How to speed up rsync/tar of large Maildir?

I ended up writing a little python script to calculate the correlation between directory names and inodes, inodes and data blocks, and directory names to data blocks. It turns out that ext4 tends to have rather poor correlation between the order the file names appear in the directory, and where they are stored on disk. After discussing it on the ext4 mailing list, it turns out that this is the result of the hashed directory indexes used to speed up lookups in large directories. The names are stored in hash order, which effectively scrambles their order relative to anything else.

It seems to me and at least one other commenter that this is a deficiency in the fs that should be fixed. Ted Ts'o ( the ext maintainer ) feels that it would be too difficult to do in the fs, and that good tools ( like rsync and tar ) should have an option to sort the directory by inode number before reading the files.

So it looks like feature enhancement requests need filed for rsync and tar.


Few points to consider:

  • How many files are we talking about? find /path/to/your/maildir/ | wc -l should give you a rough indication. Hundreds of thousands should be okay. Hundreds of millions might suggest you need to prune, archive and generally clean up.
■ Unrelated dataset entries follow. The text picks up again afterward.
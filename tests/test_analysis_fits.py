"""Checks of the Toeplitz noise model and the fixed-frequency linear fits."""

from __future__ import annotations

import numpy as np
import pytest
from scipy import stats

from ringsearch.analysis.fits import DetectorSeries, fit_amplitudes, start_time_scan
from ringsearch.analysis.noise_model import autocovariance, toeplitz_noise
from ringsearch.errors import InputError

FS = 2048.0


def coloured_psd(f):
    """A smooth, made-up detector-like PSD (1/Hz)."""
    f = np.maximum(np.asarray(f, float), 10.0)
    return 1e-46 * (1.0 + (50.0 / f) ** 2 + (f / 500.0) ** 2)


def coloured_noise(rng, n_total, fs=FS):
    """Gaussian noise with one-sided PSD ``coloured_psd`` by colouring white noise in the
    frequency domain: E|X_j|^2 = N fs S_j / 2 for the rfft coefficients (Parseval)."""
    f = np.fft.rfftfreq(n_total, 1 / fs)
    scale = np.sqrt(n_total * fs * coloured_psd(f) / 4.0)
    x = scale * (rng.standard_normal(len(f)) + 1j * rng.standard_normal(len(f)))
    x[0] = 0.0
    x[-1] = 0.0
    return np.fft.irfft(x, n_total)


def test_white_noise_autocovariance_is_variance_at_zero_lag():
    # Wiener-Khinchin: white one-sided PSD S has variance S * fs / 2 and no correlation.
    f = np.linspace(0, FS / 2, 1025)
    acf = autocovariance(f, np.full_like(f, 3e-46), FS, 64, f_low=0.0, f_high=FS / 2)
    assert acf[0] == pytest.approx(3e-46 * FS / 2, rel=1e-12)
    assert np.max(np.abs(acf[1:])) < 1e-10 * acf[0]


def test_toeplitz_inner_product_matches_frequency_domain():
    # Definition of the inner product (DESIGN.md): <a,b> = 4 Re ∫ a b* / S df over the band.
    # For signals well inside a long segment, a^T C^{-1} b must reproduce it.
    n = 1024
    fr = np.fft.rfftfreq(1 << 16, 1 / FS)
    tn = toeplitz_noise(fr, coloured_psd(fr), FS, n, f_low=20.0, f_high=900.0)
    t = np.arange(n) / FS

    def burst(f0, ph):
        env = np.exp(-(((t - 0.25) / 0.01) ** 2))
        return 1e-21 * env * np.cos(2 * np.pi * f0 * (t - 0.25) + ph)

    def fd_inner(a, b):
        nfft = 1 << 16
        fa, fb = np.fft.rfft(a, nfft) / FS, np.fft.rfft(b, nfft) / FS
        f = np.fft.rfftfreq(nfft, 1 / FS)
        band = (f >= 20.0) & (f <= 900.0)
        return 4 * np.real(np.sum(fa[band] * np.conj(fb[band]) / coloured_psd(f[band]))) * f[1]

    a, b = burst(250.0, 0.0), burst(240.0, 1.0)
    for x, y in [(a, a), (a, b), (b, b)]:
        assert tn.inner(x, y) == pytest.approx(fd_inner(x, y), rel=1e-6)


def _series(values, t_start=0.0):
    return DetectorSeries("H1", np.asarray(values, float), t_start, FS)


def test_noise_free_linear_fit_recovers_amplitudes():
    # Exact data: weighted least squares must return the generating amplitudes
    # (issue 7: 1e-10 relative).
    n = 300
    fr = np.fft.rfftfreq(1 << 14, 1 / FS)
    tn = toeplitz_noise(fr, coloured_psd(fr), FS, n, f_low=0.0, f_high=FS / 2)
    f = np.array([250.0, 243.0, 231.0])
    tau = np.array([4.0e-3, 1.3e-3, 0.8e-3])
    amps = np.array([1.0, -0.4, 2.0, 1.5, -1.0, 3.0]) * 1e-21
    t = np.arange(n) / FS + 0.3e-3          # start between samples
    from ringsearch.analysis.fits import damped_basis
    y = damped_basis(t, f, tau) @ amps
    r = fit_amplitudes(y, t, tn, f, tau)
    assert np.max(np.abs(r.amplitudes - amps)) < 1e-10 * np.max(np.abs(amps))
    assert r.residual_chi2 < 1e-12 * r.snr**2
    assert r.cond > 1.0


def test_amplitude_pulls_are_standard_normal():
    # Gauss-Markov: the whitened errors R (a_hat - a), with cov = (R^T R)^{-1}, are iid N(0,1)
    # when the noise has the modelled covariance.  Noise made by FFT colouring (independent
    # of the Toeplitz construction).  KS test at alpha = 1e-3: false-failure probability 1e-3.
    rng = np.random.default_rng(20261201)
    n, nseg = 256, 200
    fr = np.fft.rfftfreq(1 << 14, 1 / FS)
    tn = toeplitz_noise(fr, coloured_psd(fr), FS, n, f_low=0.0, f_high=FS / 2)
    noise = coloured_noise(rng, 1 << 16)
    f, tau = np.array([250.0, 240.0]), np.array([4e-3, 1.5e-3])
    amps = np.array([3.0, 1.0, -2.0, 4.0]) * 1e-22
    t = np.arange(n) / FS
    from ringsearch.analysis.fits import damped_basis
    sig = damped_basis(t, f, tau) @ amps
    z = []
    for i in range(nseg):
        y = sig + noise[i * n:(i + 1) * n]
        r = fit_amplitudes(y, t, tn, f, tau)
        rchol = np.linalg.cholesky(np.linalg.inv(r.covariance)).T
        z.extend(rchol @ (r.amplitudes - amps))
    z = np.asarray(z)
    assert stats.kstest(z, "norm").pvalue > 1e-3
    # residual power is chi-squared with n - 2K degrees of freedom on average
    assert abs(np.mean(z**2) - 1) < 0.15


def test_ill_conditioned_fit_warns():
    # Two modes 0.5 Hz apart over a 50 ms segment are numerically collinear:
    # cond * sqrt(2K) exceeds any modest SNR, so the warning must be raised.
    n = 100
    fr = np.fft.rfftfreq(1 << 12, 1 / FS)
    tn = toeplitz_noise(fr, coloured_psd(fr), FS, n, f_low=0.0, f_high=FS / 2)
    t = np.arange(n) / FS
    rng = np.random.default_rng(1)
    y = coloured_noise(rng, 1 << 12)[:n]
    r = fit_amplitudes(y, t, tn, [250.0, 250.5], [4e-3, 3.9e-3])
    assert r.cond > 100
    assert any(w.startswith("ill-conditioned") for w in r.warnings)


def test_start_time_scan_amplitudes_constant_for_a_true_ringdown():
    # A single damped sinusoid referred to a common time has the same amplitude at every t0.
    n = 200
    fr = np.fft.rfftfreq(1 << 12, 1 / FS)
    tn = toeplitz_noise(fr, coloured_psd(fr), FS, n, f_low=0.0, f_high=FS / 2)
    t_all = np.arange(4096) / FS
    start = 1.0
    h = np.where(t_all >= start, 1e-21 * np.exp(-(t_all - start) / 4e-3)
                 * np.cos(2 * np.pi * 250 * (t_all - start)), 0.0)
    s = _series(h, t_start=1000.0)
    t0s = 1000.0 + start + np.array([0.0, 2.0, 5.0]) / 1e3
    df = start_time_scan(s, tn, t0s, [250.0, 245.0], [4e-3, 1.3e-3], max_overtones=1,
                         t_ref_gps=1000.0 + start)
    fund = df[(df.n_overtones == 0) & (df.mode_n == 0)]
    assert np.allclose(fund.amp_strain, 1e-21, rtol=1e-8)
    assert set(df.columns) >= {"t0_gps_s", "amp_sigma_strain", "residual_chi2", "cond"}


def test_bad_inputs_raise_input_error():
    fr = np.fft.rfftfreq(1 << 12, 1 / FS)
    tn = toeplitz_noise(fr, coloured_psd(fr), FS, 100, f_low=0.0, f_high=FS / 2)
    s = _series(np.zeros(1000), t_start=10.0)
    with pytest.raises(InputError, match="outside"):
        s.segment(9.0, 100)
    with pytest.raises(InputError, match="outside"):
        s.segment(10.45, 100)
    nan = np.zeros(1000)
    nan[50] = np.nan
    with pytest.raises(InputError, match="NaN"):
        _series(nan, 10.0).segment(10.0, 100)
    t = np.arange(100) / FS
    with pytest.raises(InputError, match="constrained"):
        fit_amplitudes(np.zeros(100), t, tn, np.full(50, 250.0), np.full(50, 4e-3))
    with pytest.raises(InputError, match="band"):
        toeplitz_noise(fr, coloured_psd(fr), FS, 100, f_low=30.0, f_high=5000.0)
  • Is the disk slow? There are many benchmarks available like a the comprehensive bonnie++ through to the quick and simple Disk Utility benchmarker. Run one and see if you're suffering.

    • That may raise hardware issues - replace for something faster
    • Filesystem issues - are you using something known to be very slow at high random read IOPS?

But ultimately, tarring and then transferring should give you the best overall throughput at the cost of you needing to be there to set up the transfer once you've generated the tar.


Try setting disabling atime tracking or using relative atime on the new disk partition. This will limit overhead. Changing from a non-journaling file system like ext2 to a journaling file system like ext3 or ext4 will have some performance hits

When I moved Maildirs, I did a preparatory rsync to get all the directories in place ahead of time. Then, there were only updates to do.

When you are ready to do the real move you may want to ensure the directories are stable.

  • place the SMTP daemon in queue only mode,
  • disable queue runs by the SMTP daemon, and
  • disable access by the user.

Reactivate after the file move is done.

EDIT: I think you have identified the problem. Tar and rsync will both walk the directories. Due to normal file changes in the Maildir, files for each directory will end up scattered around the disk. A tool like dump would read the partition in block order, but would replicate the problem to the new partition. A second rsync should run much faster than the second.